Time Schedule:
David Giles
CHID 480
Seattle Campus
Examines a different subject or problem from a comparative framework with an interdisciplinary perspective. Offered: AWSp.
Class description
The course will make an effort to unpack the surfaces of everyday experience in the shared spaces of the city, and to trace a few of their specific geographic, cultural, political, and economic histories, in both the most immediate and most extended senses of that word, from the city’s ecological underpinnings and indigenous foundations to its long standing traditions of labour organising; from the global trajectories of migration and capital which built and continue to build the city to the struggles over civil rights which have been staged here; from the desks of city planners and politicians to the alleys and interstices written in between the lines of their decisions and the homeless who sleep there.

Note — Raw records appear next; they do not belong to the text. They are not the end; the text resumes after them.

def plot_fan(
    fan, environment=None, *, shade="launch_angle", profile=None, ax=None, title=None, caution=True
):
    """Draw a ray fan: rays in range and depth, the sea floor, and the sound-speed profile.

    Parameters
    ----------
    fan : xr.Dataset
        RayFan from :func:`seaprofile.propagation.trace_fan` (``range`` and ``depth`` in m
        on ``(ray, point)``, NaN padded; ``launch_angle`` in degrees, positive down;
        ``surface_reflections`` / ``bottom_reflections`` counts).
    environment : Environment, optional
        The environment traced: gives the bottom depth or bathymetry (m) to fill, the
        sound-speed nodes (m/s) of the side panel when ``profile`` is not given, and, for a
        section, the cast ranges (m) marked along the top.
    shade : {"launch_angle", "reflections"}
        Colour rays by launch angle (degrees; continuous map with a colour bar, positive
        angles at its bottom) or by the number of boundary reflections along the whole ray,
        surface plus bottom (steps of :func:`reflection_bins` on a sequential map, a colour
        bar naming the steps and how many rays fall in each; rays with fewer reflections
        are drawn on top). ``"launch-angle"`` is accepted too.
    profile : xr.Dataset, optional
        Profile (``depth`` m, ``sound_speed`` m/s) drawn in the side panel instead of the
        environment's nodes.
    ax : matplotlib.axes.Axes, optional
        Draw only the rays into this axes (no side panel); its figure is returned.
    title : str, optional
        Figure title; default says how many rays and the source depth.
    caution : bool
        Write the caution line along the bottom of a new figure (default True).

    Returns
    -------
    matplotlib.figure.Figure

    Notes
    -----
    Range is plotted in km, depth in m increasing downward. The drawing is vectorised: the
    rays form one ``(ray, point, 2)`` array handed to a single LineCollection; matplotlib
    breaks each path at its NaN padding.
    """
    _check_fan(fan)
    shade = _normalise_shade(shade)
    segs = ray_segments(fan)
    nray = segs.shape[0]
    rmax_m = float(fan.attrs.get("max_range", np.nan))
    if not np.isfinite(rmax_m) or rmax_m <= 0:
        rr = segs[..., 0]
        rmax_m = float(np.nanmax(rr)) * 1000.0 if np.isfinite(rr).any() else 1000.0
    zs = float(fan.attrs.get("source_depth", np.nan))
    bottom = _bottom_line(environment, fan, rmax_m)
    nodes = _profile_nodes(profile, environment)

    zmax_candidates = [np.nanmax(segs[..., 1]) if np.isfinite(segs[..., 1]).any() else 0.0]
    if bottom is not None:
        zmax_candidates.append(float(np.max(bottom[1])))
    zmax = max(max(zmax_candidates), 1.0) * 1.04

    if ax is None:
        fig = Figure(figsize=(11.0, 5.8), dpi=110)
        left, bot, top = 0.07, 0.10, 0.84
        right = 0.875 if shade == "launch_angle" else 0.835
        if nodes is not None:
            ax_prof = fig.add_axes([left, bot, 0.13, top - bot])
            ax = fig.add_axes([left + 0.145, bot, right - left - 0.145, top - bot], sharey=ax_prof)
        else:
            ax_prof = None
            ax = fig.add_axes([left, bot, right - left, top - bot])
        cbar_box = [right + 0.02, bot + 0.03, 0.014, top - bot - 0.06]
        new_figure = True
    else:
        fig = ax.figure
        ax_prof = None
        cbar_box = None
        new_figure = False

    # --- rays -----------------------------------------------------------------------
    crossings = nray + float(
        np.sum(_counts(fan, "surface_reflections"))
        + np.sum(_counts(fan, "bottom_reflections"))
        + np.sum(_counts(fan, "turning_points"))
    )
    lw = _line_width(crossings)
    if shade == "launch_angle":
        _rays_by_angle(fig, ax, fan, segs, lw, cbar_box)
    else:
        _rays_by_reflections(fig, ax, fan, segs, lw, cbar_box)

    # --- sea floor, source, section casts -------------------------------------------
    if bottom is not None:
        br, bz = bottom
        ax.fill_between(br, bz, zmax * 1.5, color=SEAFLOOR_FILL, zorder=3, lw=0)
        ax.plot(br, bz, color=SEAFLOOR_EDGE, lw=1.2, zorder=4)
    if np.isfinite(zs):
        ax.plot(
            [0.0],
            [zs],
            marker="*",
            ms=13,
            color=SOURCE_COLOUR,
            mec="white",
            mew=0.9,
            zorder=6,
            ls="none",
            label="_source",
            clip_on=False,
        )
    section = getattr(environment, "section", None) if environment is not None else None
    if section is not None:
        for rk in np.asarray(section.ranges, float) / 1000.0:
            if 0.0 <= rk <= rmax_m / 1000.0:
                ax.axvline(rk, color=INK, lw=0.7, ls=(0, (2, 3)), alpha=0.6, zorder=5)
                ax.text(
                    rk,
                    0.0,
                    "cast",
                    rotation=90,
                    fontsize=7,
                    color=INK,
                    ha="right",
                    va="top",
                    zorder=7,
                    bbox=dict(boxstyle="square,pad=0.1", fc="white", ec="none", alpha=0.7),
                )

    ax.set_xlim(0.0, rmax_m / 1000.0)
    ax.set_ylim(zmax, 0.0)
    ax.set_xlabel("range (km)")
    ax.grid(True, color="#999999", lw=0.4, alpha=0.5, zorder=1)
    ax.set_axisbelow(True)

    # --- sound-speed panel ------------------------------------------------------------
    if ax_prof is not None:
        _profile_panel(ax_prof, nodes, section, bottom, zs, zmax)
        ax.tick_params(labelleft=False)
    else:
        ax.set_ylabel("depth (m)")

    if title is None:
        where = f" from a source at {zs:g} m" if np.isfinite(zs) else ""
        title = f"Ray fan: {nray} ray{'s' if nray != 1 else ''}{where}"
        if rmax_m:
            title += f", out to {rmax_m / 1000:g} km"
    if new_figure:
        fig.suptitle(title, x=0.07, ha="left", fontsize=12, color=INK, y=0.975)
        if caution:
            caution_line(fig)
        thin_crowded_ticks(fig)
        keep_texts_inside(fig)
    else:
        ax.set_title(title, fontsize=10, color=INK)
    return fig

The course will draw together texts, in the broadest sense, from anthropology, ethnic studies, native american studies, history, geography, critical theory, cultural studies, and comparative literature, but will also ask students to explore the city themselves, to produce their own texts through ethnographic and archival research, in order to map the unknown and unnoticed under our noses, the surfaces and strata, secrets and forgotten stories which continuously make the places of our streets and our back yards into a shared place called “the city.”
Student learning goals
General method of instruction
seminar-style discussion, individual presentations, and experiential fieldtrips
Recommended preparation
(Lower division coursework in any of the subjects listed above is recommended, but not required. The only prerequisites are curiosity and commitment.)
Class assignments and grading
Regular short writing assignments and a final project
Digestion of the course material, completion of the assignments, original research, and class participation.